En una singular percepción de la política mexiquense –donde son claros dos datos: que unidos PAN y PRD en torno de un candidato que no provenga de ninguno de esos partidos lograría vencer a Peña Nieto y que esa derrota podría anticipar la del gobernador saliente–, López Obrador ha radicalizado su posición. Como hizo en Iztapalapa el año pasado, ha tomado como propio el proceso preelectoral y está recorriendo la vasta entidad predicando la oposición a la alianza, sobre la base de la identidad del PAN y el PRI. No le falta razón, pero carece de ella, al mismo tiempo. Por lo tanto, ha ahondado su hostilidad a la unión de su partido con el blanquiazul. Anunció que si el PRD se coaliga con el PAN él impulsará una candidatura separada. Formalmente no podría hacerlo, porque la legalidad interna del perredismo lo impide. Y aunque López Obrador se benefició de la lenidad con que sus antagonistas están obligados a tratarlo, so pena de una ruptura definitiva, el exjefe de Gobierno ha querido aparecer respetuoso del estatuto y avisó ya de su propósito de irse temporalmente del partido, como si fuera dable pedir licencia para impulsar una candidatura ajena y aun opuesta a la que sostenga el PRD.
Nadie sabe cómo se instrumentaría tal permiso temporal. Lo que en realidad ocurriría es que las fuerzas contrarias a López Obrador, que dominan el partido, con Nueva Izquierda a la cabeza, quedarían ante la gran tentación de echar al perredista más conspicuo y, como sugiere burlón el protagonista de este episodio, quedarse con el cascarón. El PRD sin López Obrador, especialmente si su salida fuera brusca, forzada, rijosa, dejaría de ser lo que, a pesar de todo, ha sido: una opción para alcanzar el poder en pos de una política que sirva a las mayorías.
Pero la expulsión de López Obrador, que heriría de muerte a su partido, no beneficiaría mecánicamente al que lo acogiera, previsiblemente el PT, que ya lo considera su candidato presidencial, como lo evidencian los mensajes con que ese partido ocupa los tiempos a que legalmente tiene derecho y que fueron recientemente suspendidos.
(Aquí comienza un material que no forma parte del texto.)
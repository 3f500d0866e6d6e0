import fs from 'node:fs';
import os from 'node:os';
import path from 'node:path';
import type { AddressInfo } from 'node:net';
import type { Server } from 'node:http';
import { afterAll, beforeAll, describe, expect, it } from 'vitest';
import type { Browser, Page } from 'playwright-core';
import { DIST, launchBrowser, mustRunBrowserTests, pageApiGet, SCREENSHOTS, signInPage, useLiveBrowser } from '../helpers/browser.js';
import { DEMO, makeTestApp } from '../helpers/app.js';

const run = mustRunBrowserTests();

const MESSY = path.resolve('seeds/demo-batches/kestrel-night-messy.csv');
// The demo seed already holds this night in R; the same stars observed in V make a new batch.
const HAWK_R = path.resolve('seeds/demo-batches/kestrel-night-hawk-R.csv');

interface ApiBatch {
  id: number;
  state: string;
  counts: Record<string, number>;
  uploadedBy: { name: string };
}
interface ApiRow {
  line: number;
  state: string;
  errors: { column: string; field?: string; message: string }[];
}

const signIn = (browser: Browser, url: string, role: keyof typeof DEMO) => signInPage(browser, url, role, { width: 1280, height: 900 });

const navLinks = (page: Page) => page.getByRole('navigation', { name: 'Main' }).getByRole('link').allTextContents();

const figure = async (page: Page, key: string) => Number(((await page.getByTestId(`count-${key}`).textContent()) ?? '').replace(/,/g, ''));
No habría necesariamente una migración de perredistas al PT, a menos que el ahínco y la astucia conocidos y reconocidos en López Obrador consiguieran un efecto semejante al que hizo delegada de Iztapalapa a Clara Brugada, sin necesidad de pasar esta vez por el riesgo de crear un minúsculo Frankestein que se llamara Juanito o respondiera a otro apelativo.
La rispidez entre Los Chuchos y López Obrador crecía por horas, al grado de la mofa contra el principal dirigente social del país, impensable en otras horas, cuando Felipe Calderón se retrotrajo al 2006, de manera inesperada, y dijo a Salvador Camarena, en entrevista radiofónica, que sigue creyendo que en ese año en que vivimos en peligro su principal antagonista era en efecto un peligro para México.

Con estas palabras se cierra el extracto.